Advanced RiC-O Features

Predecessor/Successor Relationships

RiC-O excels at modeling organizational lineage:

# Example: Merger creating Noord-Hollands Archief (2001)
ghcid:nl-haarhaarlem rdfs:label "Gemeentearchief Haarlem" ;
  rico:hasSuccessor ghcid:nl-haarnha ;
  rico:agentIsTargetOfActivity ghcid:event-nha-merger-2001 .

ghcid:nl-haarrijks rdfs:label "Rijksarchief in Noord-Holland" ;
  rico:hasSuccessor ghcid:nl-haarnha ;
  rico:agentIsTargetOfActivity ghcid:event-nha-merger-2001 .

ghcid:nl-haarnha rdfs:label "Noord-Hollands Archief" ;
  rico:hasPredecessor ghcid:nl-haarhaarlem, ghcid:nl-haarrijks ;
  rico:beginningDate "2001-01-01"^^xsd:date .

ghcid:event-nha-merger-2001 a rico:Activity, ghcid:ChangeEvent ;
  rico:hasActivityType ghcid:MERGER ;
  rico:hasBeginningDate "2001-01-01"^^xsd:date ;
  rico:agentAssociatedWithActivity ghcid:nl-haarhaarlem, ghcid:nl-haarrijks, ghcid:nl-haarnha .

Archival Holdings

Link heritage custodians to their collections:

ghcid:nl-haarnha
  rico:hasOrHadCustody ghcid:collection-haarlem-city-records ;
  rico:isOrWasAuthorityOf ghcid:collection-haarlem-city-records .

ghcid:collection-haarlem-city-records a rico:RecordSet, ghcid:Collection ;
  rico:scopeAndContent "Municipal records of Haarlem, 1245-present" ;
  rico:hasProvenance ghcid:nl-haarhaarlem .

RiC-O Benefits for GHCID

  1. Archival Authority: ICA-endorsed standard, widely adopted
  2. Change Tracking: Native support for organizational evolution
  3. Relationship Modeling: Predecessor/successor, parent/child, partner relationships
  4. Provenance Integration: Aligns with archival provenance principles
  5. Global Adoption: Used by national archives worldwide (France, UK, Netherlands, etc.)

Implementation Priority

HIGH PRIORITY: For any GHCID instance involving archives, RiC-O alignment is mandatory.


Schema.org Integration

Overview

Schema.org is the de facto standard for structured data markup on the web.

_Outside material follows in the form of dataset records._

def _check_rates(values, name="rates"):
    """Return ``(rates, rational)``: a list of Fractions, or a float array."""
    if isinstance(values, (str, bytes)) or np.ndim(values) != 1:
        raise ValueError(f"`{name}` must be a one-dimensional sequence of probabilities (got {_show(values)})")
    items = list(values) if not isinstance(values, np.ndarray) else values
    if isinstance(items, list) and all(
        isinstance(v, (numbers.Rational, decimal.Decimal)) and not isinstance(v, bool) for v in items
    ):
        rates = [_check_rate(v, name)[0] for v in items]
        return rates, True
    try:
        array = np.asarray(items, dtype=float)
    except (TypeError, ValueError):
        raise ValueError(f"`{name}` must hold probabilities in [0, 1] (got {_show(values)})") from None
    bad = ~(np.isfinite(array) & (array >= 0.0) & (array <= 1.0))
    if bad.any():
        raise ValueError(f"`{name}` must hold probabilities in [0, 1] (got {_show(array[bad][0])} at position {int(np.argmax(bad))})")
    return array, False


def _check_kind(kind):
    if kind not in KINDS:
        raise ValueError(f"`kind` must be one of {', '.join(repr(k) for k in KINDS)} (got {_show(kind)})")
    return kind


def _check_exact(exact):
    if exact not in (None, True, False):
        raise ValueError(f"`exact` must be None, True or False (got {_show(exact)})")
    return exact


def _caps(kind, run):
    """The longest allowed make run and miss run that still counts as 'no run': (make_cap, miss_cap)."""
    if kind == "makes":
        return run, None
    if kind == "misses":
        return None, run
    return run, run


def _run_name(kind, run):
    noun = {"makes": "makes", "misses": "misses", "either": "makes or misses"}[kind]
    return f"a run of at least {run} {noun}"


def _float_accuracy(bound, probability):
    return f"floating point; absolute error at most {bound:.1e} ({bound / probability if probability > 0 else 0.0:.1e} relative; worst-case rounding bound)"


# ---------------------------------------------------------------------------
# Results
# ---------------------------------------------------------------------------


_CAUTION = (
    "Chance alone produces long runs far more often than intuition expects: a run "
    "like this is not by itself evidence of a hot hand.",
    "These odds assume independent attempts at the stated probabilities; real "
    "shooters' rates vary with shot difficulty and form.",
    "Nothing here is betting advice.",
)


_GIVEN_MAKES_CAUTION = (
    "These odds take the number of makes as given and every order of them as equally "
    "likely, as a shooter without a hot hand would produce."
)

It enables search engines (Google, Bing) to understand and display rich results for heritage institutions.

Specification: data/ontology/schemaorg.owl (2.7 MB)
Namespace: http://schema.org/
Relevance: Essential for web discoverability and SEO.

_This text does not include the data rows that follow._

class TestCompare:
    def test_layout_reads_the_address(self, service):
        page = view_compare.layout(service, {"players": "S003,S009,NOBODY", "k": "2", "season": "2040-41"})
        assert find(page, ids.COMPARE_PLAYERS).value == ["S003", "S009"]
        assert find(page, ids.COMPARE_K).value == 2
        assert find(page, ids.COMPARE_SEASON).value == "2040-41"

    def test_default_players_are_the_two_busiest(self, service):
        page = view_compare.layout(service, {})
        players = find(page, ids.COMPARE_PLAYERS).value
        frame = service.players(None, "field_goal").sort_values("attempts", ascending=False)
        assert players == list(frame["player"].head(2))

    def test_update(self, service):
        rates, effects, table, note = view_compare.update_compare(service, ["S001", "S002"], "all", "field_goal", 2)
        assert isinstance(rates, go.Figure) and isinstance(effects, go.Figure)
        assert "after 2 makes" in rates.layout.title.text
        assert len(effects.data[0].y) == 2
        assert "no league scan" in note
        cells = text_of(table)
        assert "Player 1 (S001)" in cells and "Player 2 (S002)" in cells
        assert "after 2 makes" in cells and "corrected D_2" in cells

    def test_numbers_are_the_tests(self, service):
        columns, _ = view_compare.compare_columns(service, ["S001"], None, "field_goal", 1)
        result = service.player_test("S001", None, "field_goal")
        row = view_compare.table_rows(columns, 1)[0]
        d1 = result.test("difference", 1)
        assert row[9] == f"{d1.corrected:+.3f}"
        assert row[2] == f"{result.attempts:,}"

    def test_no_players(self, service):
        rates, effects, table, note = view_compare.update_compare(service, [], "all", "field_goal", 1)
        assert "Choose two to four players" in rates.layout.annotations[0].text
        assert "No players chosen" in text_of(table)

    def test_one_and_too_many_players(self, service):
        *_, note = view_compare.update_compare(service, ["S001"], "all", "field_goal", 1)
        assert "Add another player" in note
        rates, *_, note = view_compare.update_compare(service, ["S001", "S002", "S003", "S004", "S005"], "all", "field_goal", 1)
        assert "first 4 players" in note and len(rates.data[0].x) == 4

    def test_difficulty_panel(self, tmp_path):
        from streakwise.cli.analyse_commands import DIFFICULTY_KIND
        from streakwise.dashboard.service import DashboardService

        service = DashboardService(copy_store(tmp_path), SETTINGS)
        try:
            page = view_compare.layout(service, {"players": "S001,S002", "k": "2"})
            panel = text_of(find(page, ids.COMPARE_DIFFICULTY))
            assert "No saved difficulty-adjusted scan" in panel
            assert "streakwise analyse --difficulty --save --permutations 300 --seed 5" in panel
            assert "--attempt-type field_goal" in panel and str(service.store_path) in panel
            assert "not available yet" not in text_of(page)

            def entry(player, corrected, p_value, warnings=()):
                return {
                    "player": player,
                    "difficulty_adjusted": [
                        {"k": k, "difference": 0.01 * k, "null_mean": -0.02, "corrected": corrected + k,
                         "p_value": p_value, "reason": None} for k in (1, 2, 3)
                    ],
                    "streak_coefficient": {"estimate": 0.1},
                    "shot_selection": {"k": 1, "difference": -0.0123, "p_value": 0.0456},
                    "shrunk": [],
                    "difficulty_warnings": list(warnings),
                }

            payload = {
                "difficulty_model": {"covariates": ["distance"], "log_loss": 0.66, "base_log_loss": 0.69, "warnings": []},
                "players": [entry("S001", 0.0421, 0.0123), entry("S002", -0.0312, 0.8765, ["harder shots after makes"])],
            }
            settings = service.scan_settings(None, "field_goal")
            service.store.save_result(DIFFICULTY_KIND, {**settings, "seed": 999, "draws": 10}, {"players": []})
            assert "No saved difficulty-adjusted scan" in text_of(
                view_compare.update_difficulty(service, ["S001", "S002"], "all", "field_goal", 2))
            service.store.save_result(DIFFICULTY_KIND, {**settings, "draws": 10}, payload)

            panel = text_of(view_compare.update_difficulty(service, ["S001", "S002", "S003"], "all", "field_goal", 2))
            assert "No saved difficulty-adjusted scan" not in panel
            assert "adjusted corrected D_2" in panel
            assert "+2.042" in panel and "0.0123" in panel  # S001: corrected D_2 and p
            assert "+1.969" in panel and "0.8765" in panel  # S002
            assert "-0.012" in panel and "0.0456" in panel  # shot selection
            assert "harder shots after makes" in panel
            assert "Player 3 (S003)" in panel and "not in the difficulty scan" in panel
            page = view_compare.layout(service, {"players": "S001,S002", "k": "1"})
            assert "+1.042" in text_of(find(page, ids.COMPARE_DIFFICULTY))
            # other filters have no saved scan
            assert "--season 2040-41" in text_of(
                view_compare.update_difficulty(service, ["S001"], "2040-41", "field_goal", 1))
        finally:
            service.close()

    def test_url(self):
        assert view_compare.url_for_compare("?run=5", ["S001", "S002"], "all", "field_goal", 3) == \
            "?run=5&players=S001,S002&type=field_goal&k=3"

GLAM-Specific Schema.org Classes

Schema.org has dedicated classes for GLAM institutions:

Schema.org Class Description GHCID Mapping
schema:Museum Museum organizations InstitutionTypeEnum.MUSEUM
schema:Library Library organizations InstitutionTypeEnum.LIBRARY
schema:ArchiveOrganization Archival institutions InstitutionTypeEnum.ARCHIVE
schema:ArchiveComponent Archival collections Collection
schema:LibrarySystem Multi-branch library systems Parent organizations

Class Alignments

Institution Type Mapping

# When institution_type = MUSEUM
ghcid:rijksmuseum a schema:Museum, ghcid:HeritageCustodian ;
  schema:name "Rijksmuseum" ;
  schema:location [ a schema:Place ; schema:addressCountry "NL" ] ;
  schema:url "https://www.rijksmuseum.nl" .

# When institution_type = LIBRARY
ghcid:kb-nl a schema:Library, ghcid:HeritageCustodian ;
  schema:name "Koninklijke Bibliotheek" ;
  schema:description "National Library of the Netherlands" .

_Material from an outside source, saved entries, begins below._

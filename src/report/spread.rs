//! Relevance with its spread, as a table under the relevance chart.

use super::{esc, table};
use crate::explain::RelevanceRange;

/// Inputs from most to least relevant with the smallest and largest value
/// over `over` (the committee members, or the folds of a cross-validation).
pub fn relevance_range_table(r: &[RelevanceRange], over: &str) -> String {
    let mut ranked = r.to_vec();
    ranked.sort_by(|a, b| b.value.total_cmp(&a.value));
    let body: Vec<Vec<String>> = ranked
        .iter()
        .map(|r| {
            vec![
                r.input.clone(),
                format!("{:.2}", r.value),
                format!("{:.2} to {:.2}", r.low, r.high),
            ]
        })
        .collect();
    table(&["input", "relevance", &format!("range over {over}")], &body, None)
        + &format!(
            "<p class=\"note\">A wide range means the {} lean on the input differently: its rank is not settled by the data.</p>\n",
            esc(over)
        )
}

# When institution_type = ARCHIVE
ghcid:nl-haarnha a schema:ArchiveOrganization, ghcid:HeritageCustodian ;
  schema:name "Noord-Hollands Archief" ;
  schema:archiveHeld ghcid:collection-haarlem-city-records .

Collection Mapping

ghcid:collection-haarlem-city-records a schema:ArchiveComponent, ghcid:Collection ;
  schema:name "Municipal Records of Haarlem" ;
  schema:dateCreated "1245" ;
  schema:temporalCoverage "1245/2025" ;
  schema:about schema:HistoricalEvent ;
  schema:archivedAt ghcid:nl-haarnha .

Property Mappings

GHCID Property Schema.org Property Notes
name schema:name Plain string
alternative_names schema:alternateName Multiple values allowed
description schema:description SEO-optimized description
locations.city schema:location + schema:address Use schema:PostalAddress
identifiers (URL) schema:url Official website
identifiers (Wikidata) schema:sameAs Link to Wikidata entity
digital_platforms.platform_url schema:url or schema:mainEntityOfPage Digital presence
collections schema:archiveHeld (archives) For archival holdings

SEO Benefits

Schema.org markup enables Google Knowledge Graph integration:

<!-- JSON-LD for Rijksmuseum webpage -->
<script type="application/ld+json">
{
  "@context": "https://schema.org",
  "@type": "Museum",
  "@id": "https://w3id.org/heritage/custodian/nl/amsnl-rms",
  "name": "Rijksmuseum",
  "alternateName": "Rijksmuseum Amsterdam",
  "description": "The Rijksmuseum is the national museum of the Netherlands, dedicated to Dutch arts and history.",
  "url": "https://www.rijksmuseum.nl",
  "image": "https://www.rijksmuseum.nl/assets/logo.jpg",
  "address": {
    "@type": "PostalAddress",
    "streetAddress": "Museumstraat 1",
    "addressLocality": "Amsterdam",
    "postalCode": "1071 XX",
    "addressCountry": "NL"
  },
  "sameAs": [
    "https://www.wikidata.org/wiki/Q190804",
    "https://viaf.org/viaf/131511535"
  ],
  "openingHoursSpecification": { ... },
  "hasOfferCatalog": { ... }
}
</script>

Implementation Recommendations

  1. Export JSON-LD: Generate Schema.org JSON-LD for each institution
  2. Website Embedding: Provide embeddable snippets for institutional websites
  3. Aggregator Support: Use Schema.org in aggregation platforms (Europeana, DPLA)
  4. Discovery APIs: Expose Schema.org via JSON-LD API endpoint

EU Core Public Organization Vocabulary (CPOV)

Overview

EU Core Public Organization Vocabulary (CPOV) is the European standard for describing public sector organizations and services.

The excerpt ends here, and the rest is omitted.